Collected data

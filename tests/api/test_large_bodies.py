"""Large bodies (issue 9): records counted on the bytes before parsing, parsing off the event loop, and a bound
on large requests in flight. Small sizes and low limits keep the tests fast; the mechanism is the same."""

from __future__ import annotations

import json
import threading

import pytest
import sniffio
from fastapi.testclient import TestClient

import service.api.payload as payload
from service.app import create_app
from service.settings import Settings

FEATURES = ["a", "b"]


def _records(n: int) -> list[dict]:
    return [{"a": float(i % 17), "b": float(i % 5) + 0.5 * (i % 3)} for i in range(n)]


@pytest.mark.parametrize("document", [
    {"records": []},
    {"records": [{}]},
    {"records": [{}, {}, {}]},
    {"records": [1, "x,y", [1, 2, 3], {"a": [1, {"b": 2}]}, None]},
    {"records": [{"s": "brackets ] } [ { and , commas"}, {"s": "escaped \" quote, and \\\\"}, {"t": "\\\""}]},
    {"records": [{"a": 1}] * 7, "features": ["a"]},
    {"records": [{"k\"ey": ",,,"}, {"x": "\\"}]},
])
def test_count_matches_the_parsed_document(document):
    # Reference: Python's json module (json.dumps writes the body, json.loads' list lengths are the truth).
    body = json.dumps(document).encode()
    counted = payload.count_list_items_at_depth_two(body)
    records = len(json.loads(body)["records"])
    if list(document) == ["records"]:
        assert counted == max(1, records)       # exact (an empty list counts as one: an upper bound)
    else:                                       # other top-level lists add to the count: an upper bound
        assert records <= counted <= sum(len(v) for v in document.values())


def test_count_in_small_chunks_agrees(monkeypatch):
    # The scan carries its state (inside a string, depth) across chunk borders.
    body = json.dumps({"records": [{"s": "a,\"b\"]", "v": [1, 2]} for _ in range(40)]}).encode()
    whole = payload.count_list_items_at_depth_two(body)
    import service.inputs.checks as checks       # where the body scan lives (shared with the CLI)

    monkeypatch.setattr(checks, "_SCAN_CHUNK", 7)
    assert payload.count_list_items_at_depth_two(body) == whole == 40


def test_many_empty_records_are_refused_before_parsing(tmp_path, monkeypatch):
    # A few-MB cousin of the 90 MB body of 30 M empty objects: 413 from the byte count, no JSON parse at all.
    settings = Settings(store_dir=tmp_path / "s", max_assign_rows=1000, large_body_bytes=64 * 1024)
    with TestClient(create_app(settings)) as client:
        assert client.post("/v1/segmentations/x/fit", json={"records": _records(200), "k": 2}).status_code == 201
        parsed = []
        real_parse = payload.parse_json
        monkeypatch.setattr(payload, "parse_json", lambda body: parsed.append(len(body)) or real_parse(body))
        body = b'{"records": [' + b",".join([b"{}"] * 1_000_000) + b"]}"
        response = client.post("/v1/segmentations/x/assign", content=body, headers={"content-type": "application/json"})
        assert response.status_code == 413
        assert "1000000 records" in response.json()["detail"] and "limit is 1000" in response.json()["detail"]
        assert parsed == []
        # Within the limit, the same route parses and answers.
        ok = client.post("/v1/segmentations/x/assign", json={"records": _records(900)})
        assert ok.status_code == 200 and parsed


def test_large_bodies_are_parsed_in_a_worker_thread(tmp_path, monkeypatch):
    settings = Settings(store_dir=tmp_path / "s", large_body_bytes=1024)
    where = []

    def spying(name):
        real = getattr(payload, name)

        def spy(*args):
            try:
                where.append((name, sniffio.current_async_library()))
            except sniffio.AsyncLibraryNotFoundError:
                where.append((name, "worker thread"))
            return real(*args)
        return spy

    # A single plain record is read by the assign lane's shortcut, anything else by parse_batch.
    for name in ("parse_batch", "plain_single_record"):
        monkeypatch.setattr(payload, name, spying(name))
    with TestClient(create_app(settings)) as client:
        assert client.post("/v1/segmentations/x/fit", json={"records": _records(200), "k": 2}).status_code == 201
        assert client.post("/v1/segmentations/x/assign", json={"records": _records(1)}).status_code == 200
        assert client.post("/v1/segmentations/x/assign", json={"records": _records(300)}).status_code == 200
    assert where == [("plain_single_record", "asyncio"), ("parse_batch", "worker thread")]


def test_large_requests_in_flight_are_bounded(tmp_path, monkeypatch):
    # With large_body_concurrency = 1, a second large request waits until the first one has been parsed.
    settings = Settings(store_dir=tmp_path / "s", large_body_bytes=1024, large_body_concurrency=1)
    inside, release, entered = [], threading.Event(), threading.Event()
    real = payload.parse_batch

    def slow(*args):
        inside.append(1)
        entered.set()
        assert release.wait(30)
        inside.append(-1)
        return real(*args)

    with TestClient(create_app(settings)) as client:
        assert client.post("/v1/segmentations/x/fit", json={"records": _records(200), "k": 2}).status_code == 201
        monkeypatch.setattr(payload, "parse_batch", slow)
        results = []

        def post():
            results.append(client.post("/v1/segmentations/x/assign", json={"records": _records(300)}).status_code)

        threads = [threading.Thread(target=post) for _ in range(2)]
        threads[0].start()
        assert entered.wait(30)
        threads[1].start()
        threads[1].join(1.0)               # not a timing assertion: the second must not get in while we hold
        assert inside == [1]
        release.set()
        for thread in threads:
            thread.join(60)
        assert results == [200, 200] and inside == [1, -1, 1, -1]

TASK DETAILS:
Please repeat the entries above exactly as they read.

OUTPUT FOR THIS EXERCISE:
filename tests/api/test_large_bodies.py
"""Large bodies (issue 9): records counted on the bytes before parsing, parsing off the event loop, and a bound
on large requests in flight. Small sizes and low limits keep the tests fast; the mechanism is the same."""

from __future__ import annotations

import json
import threading

import pytest
import sniffio
from fastapi.testclient import TestClient

import service.api.payload as payload
from service.app import create_app
from service.settings import Settings

FEATURES = ["a", "b"]


def _records(n: int) -> list[dict]:
    return [{"a": float(i % 17), "b": float(i % 5) + 0.5 * (i % 3)} for i in range(n)]


@pytest.mark.parametrize("document", [
    {"records": []},
    {"records": [{}]},
    {"records": [{}, {}, {}]},
    {"records": [1, "x,y", [1, 2, 3], {"a": [1, {"b": 2}]}, None]},
    {"records": [{"s": "brackets ] } [ { and , commas"}, {"s": "escaped \" quote, and \\\\"}, {"t": "\\\""}]},
    {"records": [{"a": 1}] * 7, "features": ["a"]},
    {"records": [{"k\"ey": ",,,"}, {"x": "\\"}]},
])
def test_count_matches_the_parsed_document(document):
    # Reference: Python's json module (json.dumps writes the body, json.loads' list lengths are the truth).
    body = json.dumps(document).encode()
    counted = payload.count_list_items_at_depth_two(body)
    records = len(json.loads(body)["records"])
    if list(document) == ["records"]:
        assert counted == max(1, records)       # exact (an empty list counts as one: an upper bound)
    else:                                       # other top-level lists add to the count: an upper bound
        assert records <= counted <= sum(len(v) for v in document.values())


def test_count_in_small_chunks_agrees(monkeypatch):
    # The scan carries its state (inside a string, depth) across chunk borders.
    body = json.dumps({"records": [{"s": "a,\"b\"]", "v": [1, 2]} for _ in range(40)]}).encode()
    whole = payload.count_list_items_at_depth_two(body)
    import service.inputs.checks as checks       # where the body scan lives (shared with the CLI)

    monkeypatch.setattr(checks, "_SCAN_CHUNK", 7)
    assert payload.count_list_items_at_depth_two(body) == whole == 40


def test_many_empty_records_are_refused_before_parsing(tmp_path, monkeypatch):
    # A few-MB cousin of the 90 MB body of 30 M empty objects: 413 from the byte count, no JSON parse at all.
    settings = Settings(store_dir=tmp_path / "s", max_assign_rows=1000, large_body_bytes=64 * 1024)
    with TestClient(create_app(settings)) as client:
        assert client.post("/v1/segmentations/x/fit", json={"records": _records(200), "k": 2}).status_code == 201
        parsed = []
        real_parse = payload.parse_json
        monkeypatch.setattr(payload, "parse_json", lambda body: parsed.append(len(body)) or real_parse(body))
        body = b'{"records": [' + b",".join([b"{}"] * 1_000_000) + b"]}"
        response = client.post("/v1/segmentations/x/assign", content=body, headers={"content-type": "application/json"})
        assert response.status_code == 413
        assert "1000000 records" in response.json()["detail"] and "limit is 1000" in response.json()["detail"]
        assert parsed == []
        # Within the limit, the same route parses and answers.
        ok = client.post("/v1/segmentations/x/assign", json={"records": _records(900)})
        assert ok.status_code == 200 and parsed


def test_large_bodies_are_parsed_in_a_worker_thread(tmp_path, monkeypatch):
    settings = Settings(store_dir=tmp_path / "s", large_body_bytes=1024)
    where = []

    def spying(name):
        real = getattr(payload, name)

        def spy(*args):
            try:
                where.append((name, sniffio.current_async_library()))
            except sniffio.AsyncLibraryNotFoundError:
                where.append((name, "worker thread"))
            return real(*args)
        return spy

    # A single plain record is read by the assign lane's shortcut, anything else by parse_batch.
    for name in ("parse_batch", "plain_single_record"):
        monkeypatch.setattr(payload, name, spying(name))
    with TestClient(create_app(settings)) as client:
        assert client.post("/v1/segmentations/x/fit", json={"records": _records(200), "k": 2}).status_code == 201
        assert client.post("/v1/segmentations/x/assign", json={"records": _records(1)}).status_code == 200
        assert client.post("/v1/segmentations/x/assign", json={"records": _records(300)}).status_code == 200
    assert where == [("plain_single_record", "asyncio"), ("parse_batch", "worker thread")]


def test_large_requests_in_flight_are_bounded(tmp_path, monkeypatch):
    # With large_body_concurrency = 1, a second large request waits until the first one has been parsed.
    settings = Settings(store_dir=tmp_path / "s", large_body_bytes=1024, large_body_concurrency=1)
    inside, release, entered = [], threading.Event(), threading.Event()
    real = payload.parse_batch

    def slow(*args):
        inside.append(1)
        entered.set()
        assert release.wait(30)
        inside.append(-1)
        return real(*args)

    with TestClient(create_app(settings)) as client:
        assert client.post("/v1/segmentations/x/fit", json={"records": _records(200), "k": 2}).status_code == 201
        monkeypatch.setattr(payload, "parse_batch", slow)
        results = []

        def post():
            results.append(client.post("/v1/segmentations/x/assign", json={"records": _records(300)}).status_code)

        threads = [threading.Thread(target=post) for _ in range(2)]
        threads[0].start()
        assert entered.wait(30)
        threads[1].start()
        threads[1].join(1.0)               # not a timing assertion: the second must not get in while we hold
        assert inside == [1]
        release.set()
        for thread in threads:
            thread.join(60)
        assert results == [200, 200] and inside == [1, -1, 1, -1]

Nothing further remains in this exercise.